Friendship Is Key To Well-Being


Friendship might be the key to well-being.

We all recognize having strong relationships is important for our well being. The world is filled with advice on how to improve your relationship with your family, your coworkers, and your romantic partner. But there’s precious little information on how to make and maintain friends.

That’s too bad because research studies consistently show that friend relationships are just as important as family ones in predicting psychological well-being. In fact, a 2010 meta-analysis, which combined data on 300,000 people across 148 studies, found a strong correlation between social relationships and life span. The size of the effect was similar to health-related behaviors such as smoking and exercise.

Is it possible to quantify how important it is to have friends? A follow-up 2015 analysis, which combined data on 3.4 million people across 70 studies, found the absence of significant social connections had the same health risk as smoking 15 cigarettes a day. What’s more, loneliness led to worse outcomes than obesity. These findings held true for all ages.

In her book The Friendship Cure, Kate Leaver summarizes much of this research and, in the process, makes a convincing argument for the value of friends. As she says,

… close relationships are the most important predictors of mortality, well above things like alcohol consumption, exercise and diet. With a network of reliable friends, we live longer and in better health.

Unfortunately, friendship usually is prioritized lower than other relationships. This is partly because people move and change jobs more frequently than they used to; physically and psychologically leaving people behind. In addition, online friends and followers are increasingly confused with deep friendship.

Depth of the friendship is critical. A recent study showed adults feel most comfortable if they have three to five close friends. And, if someone considers you their best friend, your satisfaction in life is significantly higher than those who don’t.

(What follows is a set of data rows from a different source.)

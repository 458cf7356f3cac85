//! The steady state of a one-leg low-pass stage by a general-purpose exponential (nalgebra's: Padé and squaring, Higham
//! 2005) and what else a general library has: squares by the exponential of the system of products, Fourier coefficients
//! by complex solutions. Written apart from the crate's own, as the measure of it.

use nalgebra::{Complex, Matrix4, SMatrix, SVector, Vector4};
use std::f64::consts::TAU;
use widefront::steady::circuit::Circuit;
use widefront::steady::period::HARMONICS;

/// Samples of a dead time at which the drain is looked at.
const SAMPLES: usize = 8;

pub struct Period {
    pub supply_power_w: f64,
    pub switch_dissipation_w: f64,
    pub current_squared_a2: f64,
    pub output_squared_v2: f64,
    pub harmonic_v: [f64; HARMONICS],
    /// Least and greatest drain voltage of both dead times, V.
    pub drain_v: [f64; 2],
}

struct Phase {
    a: Matrix4<f64>,
    rest: Vector4<f64>,
    duration_s: f64,
    /// What holds the drain, Ω.
    held_by: Option<f64>,
    pulls_up: bool,
}

/// States: drain voltage, series-capacitor voltage, loop current times √(L/C_d), output voltage.
fn phases(c: &Circuit<f64>) -> [Phase; 4] {
    let n = &c.network;
    let shunt = n.shunt.as_ref().expect("a low-pass network");
    let z = (n.inductance_h / c.drain_capacitance_f).sqrt();
    let (l, cd) = (n.inductance_h, c.drain_capacitance_f);
    let series = n.inductor_resistance_ohm + n.capacitor_resistance_ohm;
    let load = shunt.loss_s + 1.0 / n.antenna_resistance_ohm;
    let (on_s, open_s) = ((0.5 - c.dead_time) * c.period_s, c.dead_time * c.period_s);
    let phase = |held_by: Option<f64>, pulls_up: bool| {
        let drain = held_by.map_or(0.0, |r| -1.0 / (r * cd));
        let a = Matrix4::new(
            drain,
            0.0,
            -1.0 / (cd * z),
            0.0, //
            0.0,
            0.0,
            1.0 / (n.series_capacitance_f * z),
            0.0, //
            z / l,
            -z / l,
            -series / l,
            -z / l, //
            0.0,
            0.0,
            1.0 / (shunt.capacitance_f * z),
            -load / shunt.capacitance_f,
        );
        let v = if pulls_up { c.supply_v } else { 0.0 };
        Phase {
            a,
            rest: Vector4::new(v, v, 0.0, 0.0),
            duration_s: if held_by.is_some() { on_s } else { open_s },
            held_by,
            pulls_up,
        }
    };
    let [n, p] = c.on_resistance_ohm;
    [
        phase(Some(p), true),
        phase(None, false),
        phase(Some(n), false),
        phase(None, false),
    ]
}

/// Products of the states two by two, as `y yᵀ` has them above its diagonal.
const PRODUCTS: usize = 10;
/// The states whose squares are integrated: drain, current, output.
const SQUARED: [usize; 3] = [0, 2, 3];

fn product_index(p: usize, q: usize) -> usize {
    let (p, q) = (p.min(q), p.max(q));
    p * 4 - p * (p + 1) / 2 + q
}

/// Exponential of the system of all products of states and of the integrals of three squares: stable, unlike the block
/// matrix of Van Loan (1978), which holds e^{−At} and fails where a phase is stiff.
fn moments(a: &Matrix4<f64>, t: f64) -> SMatrix<f64, 13, 13> {
    let mut system = SMatrix::<f64, 13, 13>::zeros();
    for p in 0..4 {
        for q in p..4 {
            for k in 0..4 {
                system[(product_index(p, q), product_index(k, q))] += a[(p, k)];
                system[(product_index(p, q), product_index(p, k))] += a[(q, k)];
            }
        }
    }
    for (row, state) in SQUARED.into_iter().enumerate() {
        system[(PRODUCTS + row, product_index(state, state))] = 1.0 / t;
    }
    (system * t).exp()
}

/// `∫ y²` of drain, current and output over a phase from `y`.
fn squares(moments: &SMatrix<f64, 13, 13>, y: &Vector4<f64>, t: f64) -> [f64; 3] {
    let mut products = SVector::<f64, 13>::zeros();
    for p in 0..4 {
        for q in p..4 {
            products[product_index(p, q)] = y[p] * y[q];
        }
    }
    let end = moments * products;
    [0, 1, 2].map(|row| end[PRODUCTS + row] * t)
}

pub fn period(c: &Circuit<f64>) -> Period {
    let phases = phases(c);
    let [up, open, down] = [0, 1, 2].map(|k| (phases[k].a * phases[k].duration_s).exp());
    let maps = [up, open, down, open];
    let [up, open, down] = [0, 1, 2].map(|k| moments(&phases[k].a, phases[k].duration_s));
    let all_moments = [up, open, down, open];
    let (mut map, mut offset) = (Matrix4::identity(), Vector4::zeros());
    for (phase, f) in phases.iter().zip(&maps) {
        map = f * map;
        offset = f * (offset - phase.rest) + phase.rest;
    }
    let start = (Matrix4::identity() - map)
        .lu()
        .solve(&offset)
        .expect("a steady state");
    let z = (c.network.inductance_h / c.drain_capacitance_f).sqrt();
    let eighth = (phases[1].a * (phases[1].duration_s / SAMPLES as f64)).exp();
    let mut state = start;
    let mut begin_s = 0.0;
    let mut spectrum = [Complex::new(0.0, 0.0); HARMONICS];
    let (mut charge, mut dissipation, mut squared, mut output) = (0.0, 0.0, 0.0, 0.0);
    let mut drain_v = [f64::INFINITY, f64::NEG_INFINITY];
    for ((phase, f), moments) in phases.iter().zip(&maps).zip(&all_moments) {
        let from = state - phase.rest;
        let to = f * from;
        let [drain, current, voltage] = squares(moments, &from, phase.duration_s);
        squared += current / (z * z);
        output += voltage;
        if let Some(r) = phase.held_by {
            dissipation += drain / r;
        } else {
            let mut y = from;
            for sample in 0..=SAMPLES {
                drain_v = [drain_v[0].min(y[0]), drain_v[1].max(y[0])];
                if sample < SAMPLES {
                    y = eighth * y;
                }
            }
        }
        if phase.pulls_up {
            charge += c.drain_capacitance_f * (to[0] - from[0])
                + c.network.series_capacitance_f * (to[1] - from[1]);
        }
        for (slot, sum) in spectrum.iter_mut().enumerate() {
            let w = (slot + 1) as f64 * TAU / c.period_s;
            let turn = |t: f64| Complex::new(0.0, -w * t).exp();
            let right =
                to.map(|x| turn(begin_s + phase.duration_s) * x) - from.map(|x| turn(begin_s) * x);
            let matrix = phase.a.map(|x| Complex::new(x, 0.0))
                - Matrix4::from_diagonal_element(Complex::new(0.0, w));
            *sum += matrix
                .lu()
                .solve(&right)
                .expect("no eigenvalue on the axis")[3];
        }
        state = to + phase.rest;
        begin_s += phase.duration_s;
    }
    Period {
        supply_power_w: c.supply_v * charge / c.period_s,
        switch_dissipation_w: dissipation / c.period_s,
        current_squared_a2: squared / c.period_s,
        output_squared_v2: output / c.period_s,
        harmonic_v: spectrum.map(|v| v.norm() * 2.0 / c.period_s),
        drain_v,
    }
}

Unfortunately, people have fewer close friends than they used to. A 20-year study showed a drop from an average of three friends “they could discuss important things with” down to two. Even more critically, nearly 25% of the respondents had no one they could count on as a close friend; triple the number 20 years before.

A close friendship is a complex relationship which can be just as rewarding and confusing as family and marriage. Having friends with a wide range of backgrounds is advantageous, as diversity in relationships can be just as beneficial as diversity in business. Close friends complement other relationships.

Stay in touch with existing friends. Make a new one, if you can. Your life will be better because of it.